Assigned task =>
Among the records that follow, set down only the lines from the one containing "return Math.max(0, -doc.physics.gravity[1]);" to the one containing "for (const p", both included, exactly.
○ ○ ○ ○ ○
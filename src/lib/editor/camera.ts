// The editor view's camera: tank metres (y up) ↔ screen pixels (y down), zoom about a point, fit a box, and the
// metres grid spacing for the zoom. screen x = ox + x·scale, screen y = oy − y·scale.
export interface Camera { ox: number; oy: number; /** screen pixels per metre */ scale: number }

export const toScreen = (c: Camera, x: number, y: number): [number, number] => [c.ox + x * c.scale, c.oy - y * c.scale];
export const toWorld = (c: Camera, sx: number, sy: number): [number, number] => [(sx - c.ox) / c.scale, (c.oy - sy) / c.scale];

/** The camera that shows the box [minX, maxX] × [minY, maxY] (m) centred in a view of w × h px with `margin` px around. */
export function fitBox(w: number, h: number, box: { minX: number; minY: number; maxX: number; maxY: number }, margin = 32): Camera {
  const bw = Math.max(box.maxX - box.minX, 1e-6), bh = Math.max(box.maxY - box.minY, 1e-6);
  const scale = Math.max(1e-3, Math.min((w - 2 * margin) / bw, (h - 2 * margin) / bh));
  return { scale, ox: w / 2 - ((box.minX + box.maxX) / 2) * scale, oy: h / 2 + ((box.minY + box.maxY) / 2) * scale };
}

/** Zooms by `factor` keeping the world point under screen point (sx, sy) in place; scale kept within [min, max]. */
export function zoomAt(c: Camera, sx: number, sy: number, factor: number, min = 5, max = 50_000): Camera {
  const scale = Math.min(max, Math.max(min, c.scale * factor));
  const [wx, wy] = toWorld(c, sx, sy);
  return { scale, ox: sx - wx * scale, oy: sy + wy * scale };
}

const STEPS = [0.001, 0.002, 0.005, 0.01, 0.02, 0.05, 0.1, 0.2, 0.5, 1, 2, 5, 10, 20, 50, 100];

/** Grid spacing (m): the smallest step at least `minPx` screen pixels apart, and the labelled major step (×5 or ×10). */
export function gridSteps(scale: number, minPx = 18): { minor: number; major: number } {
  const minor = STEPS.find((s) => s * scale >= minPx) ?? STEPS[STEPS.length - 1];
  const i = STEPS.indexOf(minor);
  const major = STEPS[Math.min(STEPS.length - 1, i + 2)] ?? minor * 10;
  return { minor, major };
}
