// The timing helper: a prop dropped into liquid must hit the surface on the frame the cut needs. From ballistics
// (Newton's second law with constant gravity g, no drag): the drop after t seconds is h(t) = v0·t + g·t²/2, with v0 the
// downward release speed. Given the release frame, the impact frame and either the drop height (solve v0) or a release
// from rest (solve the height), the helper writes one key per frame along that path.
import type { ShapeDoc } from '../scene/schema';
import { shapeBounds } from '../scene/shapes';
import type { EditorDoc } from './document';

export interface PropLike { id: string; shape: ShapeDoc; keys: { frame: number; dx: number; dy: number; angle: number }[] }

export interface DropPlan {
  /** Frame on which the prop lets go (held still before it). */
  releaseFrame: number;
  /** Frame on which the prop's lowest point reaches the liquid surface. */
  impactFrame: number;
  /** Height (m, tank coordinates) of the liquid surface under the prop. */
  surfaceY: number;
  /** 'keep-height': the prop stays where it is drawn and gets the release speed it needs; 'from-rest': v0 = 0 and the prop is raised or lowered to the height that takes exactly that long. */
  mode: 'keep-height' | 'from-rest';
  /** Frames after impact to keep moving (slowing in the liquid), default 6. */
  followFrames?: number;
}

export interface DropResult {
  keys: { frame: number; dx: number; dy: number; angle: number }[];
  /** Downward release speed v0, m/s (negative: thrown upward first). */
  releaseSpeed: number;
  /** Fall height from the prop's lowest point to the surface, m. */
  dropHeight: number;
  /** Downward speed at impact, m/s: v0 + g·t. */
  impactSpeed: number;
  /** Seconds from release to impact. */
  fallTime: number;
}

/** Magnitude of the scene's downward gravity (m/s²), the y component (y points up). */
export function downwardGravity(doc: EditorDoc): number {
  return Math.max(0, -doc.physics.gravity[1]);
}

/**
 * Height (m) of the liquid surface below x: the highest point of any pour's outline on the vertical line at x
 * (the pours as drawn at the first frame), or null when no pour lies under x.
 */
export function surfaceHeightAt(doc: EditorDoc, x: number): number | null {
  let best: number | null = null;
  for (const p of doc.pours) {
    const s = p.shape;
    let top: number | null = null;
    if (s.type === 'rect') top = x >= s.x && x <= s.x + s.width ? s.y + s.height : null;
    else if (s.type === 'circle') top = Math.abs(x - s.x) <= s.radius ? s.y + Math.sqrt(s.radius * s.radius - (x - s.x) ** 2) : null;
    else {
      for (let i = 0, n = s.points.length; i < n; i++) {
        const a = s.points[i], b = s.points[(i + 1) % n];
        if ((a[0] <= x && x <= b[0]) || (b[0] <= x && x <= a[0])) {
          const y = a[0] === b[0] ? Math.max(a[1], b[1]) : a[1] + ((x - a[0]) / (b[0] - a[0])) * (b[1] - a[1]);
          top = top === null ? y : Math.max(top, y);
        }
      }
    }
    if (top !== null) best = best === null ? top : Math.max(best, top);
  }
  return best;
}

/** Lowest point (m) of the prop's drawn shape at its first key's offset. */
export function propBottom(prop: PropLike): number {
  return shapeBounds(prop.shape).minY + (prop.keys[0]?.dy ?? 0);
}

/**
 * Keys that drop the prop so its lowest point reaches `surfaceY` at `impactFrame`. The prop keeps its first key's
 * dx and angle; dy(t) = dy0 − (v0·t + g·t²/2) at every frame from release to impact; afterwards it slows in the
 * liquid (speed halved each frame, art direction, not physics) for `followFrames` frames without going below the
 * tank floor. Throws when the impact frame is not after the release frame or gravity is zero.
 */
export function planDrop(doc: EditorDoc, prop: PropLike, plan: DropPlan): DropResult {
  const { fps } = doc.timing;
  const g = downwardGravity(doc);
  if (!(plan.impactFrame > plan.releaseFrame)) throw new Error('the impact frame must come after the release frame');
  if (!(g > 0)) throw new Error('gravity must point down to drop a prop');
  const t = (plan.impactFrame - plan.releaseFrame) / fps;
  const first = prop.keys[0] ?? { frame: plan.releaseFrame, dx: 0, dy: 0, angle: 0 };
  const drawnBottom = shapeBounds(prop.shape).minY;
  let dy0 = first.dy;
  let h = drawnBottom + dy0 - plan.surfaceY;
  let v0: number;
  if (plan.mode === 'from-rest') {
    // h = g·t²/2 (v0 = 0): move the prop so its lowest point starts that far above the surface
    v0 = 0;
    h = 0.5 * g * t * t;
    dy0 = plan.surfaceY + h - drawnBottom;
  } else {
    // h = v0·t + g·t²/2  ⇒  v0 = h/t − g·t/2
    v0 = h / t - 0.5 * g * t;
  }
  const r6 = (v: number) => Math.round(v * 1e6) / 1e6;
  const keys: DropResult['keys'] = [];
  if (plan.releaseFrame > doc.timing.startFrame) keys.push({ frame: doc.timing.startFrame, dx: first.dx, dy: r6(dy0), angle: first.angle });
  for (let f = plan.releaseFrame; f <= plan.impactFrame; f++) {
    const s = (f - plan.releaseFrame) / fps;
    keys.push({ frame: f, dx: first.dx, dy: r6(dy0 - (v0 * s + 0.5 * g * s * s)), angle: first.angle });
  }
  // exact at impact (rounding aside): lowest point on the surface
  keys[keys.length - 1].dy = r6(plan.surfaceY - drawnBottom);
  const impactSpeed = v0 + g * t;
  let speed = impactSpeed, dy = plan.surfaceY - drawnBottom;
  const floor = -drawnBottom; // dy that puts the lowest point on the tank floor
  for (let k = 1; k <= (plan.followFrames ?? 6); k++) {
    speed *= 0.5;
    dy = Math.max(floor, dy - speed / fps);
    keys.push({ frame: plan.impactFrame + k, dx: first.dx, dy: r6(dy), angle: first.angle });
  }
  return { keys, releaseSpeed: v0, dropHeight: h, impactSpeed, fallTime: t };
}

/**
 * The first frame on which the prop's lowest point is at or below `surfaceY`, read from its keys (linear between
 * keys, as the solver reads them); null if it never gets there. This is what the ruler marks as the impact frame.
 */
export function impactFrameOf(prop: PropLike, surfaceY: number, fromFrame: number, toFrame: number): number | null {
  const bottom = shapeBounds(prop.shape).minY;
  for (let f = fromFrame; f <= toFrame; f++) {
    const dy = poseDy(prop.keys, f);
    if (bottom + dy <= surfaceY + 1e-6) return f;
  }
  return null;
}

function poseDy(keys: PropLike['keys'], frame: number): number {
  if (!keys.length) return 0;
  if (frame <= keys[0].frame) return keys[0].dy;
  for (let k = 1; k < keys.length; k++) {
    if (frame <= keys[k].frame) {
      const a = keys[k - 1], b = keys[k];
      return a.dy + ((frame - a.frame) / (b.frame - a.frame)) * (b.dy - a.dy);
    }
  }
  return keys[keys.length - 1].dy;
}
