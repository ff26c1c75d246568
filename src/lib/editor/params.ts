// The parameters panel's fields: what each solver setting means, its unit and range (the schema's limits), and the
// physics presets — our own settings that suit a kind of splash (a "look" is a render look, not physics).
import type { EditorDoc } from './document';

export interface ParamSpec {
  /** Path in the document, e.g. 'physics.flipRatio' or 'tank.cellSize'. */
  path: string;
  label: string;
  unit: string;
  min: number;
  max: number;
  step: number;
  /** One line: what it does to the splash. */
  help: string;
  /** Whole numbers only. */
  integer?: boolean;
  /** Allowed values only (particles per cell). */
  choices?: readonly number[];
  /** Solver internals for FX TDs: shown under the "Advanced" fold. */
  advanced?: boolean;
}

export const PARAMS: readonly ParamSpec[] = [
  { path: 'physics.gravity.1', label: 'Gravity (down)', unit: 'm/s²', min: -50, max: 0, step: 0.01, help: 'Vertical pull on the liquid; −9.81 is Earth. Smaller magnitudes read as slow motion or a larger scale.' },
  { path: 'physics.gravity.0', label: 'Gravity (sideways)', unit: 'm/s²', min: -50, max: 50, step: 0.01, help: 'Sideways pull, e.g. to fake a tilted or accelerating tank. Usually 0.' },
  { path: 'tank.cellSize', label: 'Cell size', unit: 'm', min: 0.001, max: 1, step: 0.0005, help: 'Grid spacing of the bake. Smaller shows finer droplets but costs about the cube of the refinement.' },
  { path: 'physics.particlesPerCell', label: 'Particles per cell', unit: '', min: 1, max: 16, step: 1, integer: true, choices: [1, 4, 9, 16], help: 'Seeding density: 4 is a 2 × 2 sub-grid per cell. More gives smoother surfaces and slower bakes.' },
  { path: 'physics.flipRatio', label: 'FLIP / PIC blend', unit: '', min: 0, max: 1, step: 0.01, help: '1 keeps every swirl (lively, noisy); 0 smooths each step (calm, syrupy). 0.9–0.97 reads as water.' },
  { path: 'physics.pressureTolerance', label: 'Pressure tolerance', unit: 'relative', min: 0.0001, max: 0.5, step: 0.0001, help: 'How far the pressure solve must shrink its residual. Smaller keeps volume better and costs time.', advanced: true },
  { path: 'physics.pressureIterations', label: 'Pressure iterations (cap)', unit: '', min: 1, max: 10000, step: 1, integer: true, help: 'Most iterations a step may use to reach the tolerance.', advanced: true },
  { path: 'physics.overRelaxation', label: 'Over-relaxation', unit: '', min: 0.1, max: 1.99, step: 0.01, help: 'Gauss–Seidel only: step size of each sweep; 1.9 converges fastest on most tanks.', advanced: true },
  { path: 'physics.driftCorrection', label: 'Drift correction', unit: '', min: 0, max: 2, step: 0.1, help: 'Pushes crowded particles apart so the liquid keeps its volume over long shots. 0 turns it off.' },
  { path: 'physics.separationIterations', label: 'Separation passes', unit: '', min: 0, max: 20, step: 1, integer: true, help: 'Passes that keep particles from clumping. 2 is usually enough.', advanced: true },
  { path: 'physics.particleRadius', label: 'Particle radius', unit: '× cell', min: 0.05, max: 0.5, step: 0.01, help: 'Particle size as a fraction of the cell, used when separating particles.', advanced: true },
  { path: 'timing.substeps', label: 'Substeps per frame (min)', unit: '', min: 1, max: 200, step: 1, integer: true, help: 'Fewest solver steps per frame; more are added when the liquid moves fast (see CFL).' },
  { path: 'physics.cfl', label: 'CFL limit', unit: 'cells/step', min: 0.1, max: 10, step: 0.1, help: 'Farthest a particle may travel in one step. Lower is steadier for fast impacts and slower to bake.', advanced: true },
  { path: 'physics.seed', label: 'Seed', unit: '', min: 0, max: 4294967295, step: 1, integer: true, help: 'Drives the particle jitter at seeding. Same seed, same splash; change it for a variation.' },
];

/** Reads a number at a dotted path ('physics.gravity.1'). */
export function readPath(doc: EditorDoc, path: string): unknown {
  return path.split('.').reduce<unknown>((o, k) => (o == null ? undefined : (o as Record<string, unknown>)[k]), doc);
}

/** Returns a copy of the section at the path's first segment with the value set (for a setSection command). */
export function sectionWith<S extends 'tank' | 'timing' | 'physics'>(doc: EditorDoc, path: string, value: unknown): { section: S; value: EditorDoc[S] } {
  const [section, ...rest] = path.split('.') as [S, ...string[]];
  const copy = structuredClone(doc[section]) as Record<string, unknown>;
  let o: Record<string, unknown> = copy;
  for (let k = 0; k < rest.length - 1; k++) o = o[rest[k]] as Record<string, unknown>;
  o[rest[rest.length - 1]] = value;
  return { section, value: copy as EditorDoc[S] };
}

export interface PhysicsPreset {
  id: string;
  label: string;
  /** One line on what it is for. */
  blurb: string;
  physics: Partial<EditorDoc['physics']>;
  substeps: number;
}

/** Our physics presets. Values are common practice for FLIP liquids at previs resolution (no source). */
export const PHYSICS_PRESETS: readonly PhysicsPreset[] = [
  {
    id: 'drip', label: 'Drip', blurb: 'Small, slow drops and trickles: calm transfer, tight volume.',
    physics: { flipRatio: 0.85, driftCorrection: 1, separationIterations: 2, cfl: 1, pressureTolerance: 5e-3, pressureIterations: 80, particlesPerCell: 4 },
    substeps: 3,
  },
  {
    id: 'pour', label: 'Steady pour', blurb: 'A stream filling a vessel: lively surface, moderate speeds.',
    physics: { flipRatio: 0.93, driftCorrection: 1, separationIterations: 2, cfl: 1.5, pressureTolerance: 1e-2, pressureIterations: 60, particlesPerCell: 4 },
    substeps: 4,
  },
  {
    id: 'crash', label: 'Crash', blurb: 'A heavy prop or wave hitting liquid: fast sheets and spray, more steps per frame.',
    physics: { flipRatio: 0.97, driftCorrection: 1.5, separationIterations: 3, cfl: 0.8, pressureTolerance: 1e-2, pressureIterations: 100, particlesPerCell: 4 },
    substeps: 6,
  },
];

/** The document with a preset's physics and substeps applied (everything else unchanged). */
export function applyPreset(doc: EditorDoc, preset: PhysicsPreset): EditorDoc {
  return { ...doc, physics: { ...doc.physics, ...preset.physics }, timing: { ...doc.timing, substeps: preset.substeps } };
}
○ ○ ○ ○ ○
Written response =>
  return Math.max(0, -doc.physics.gravity[1]);
}

/**
 * Height (m) of the liquid surface below x: the highest point of any pour's outline on the vertical line at x
 * (the pours as drawn at the first frame), or null when no pour lies under x.
 */
export function surfaceHeightAt(doc: EditorDoc, x: number): number | null {
  let best: number | null = null;
  for (const p of doc.pours) {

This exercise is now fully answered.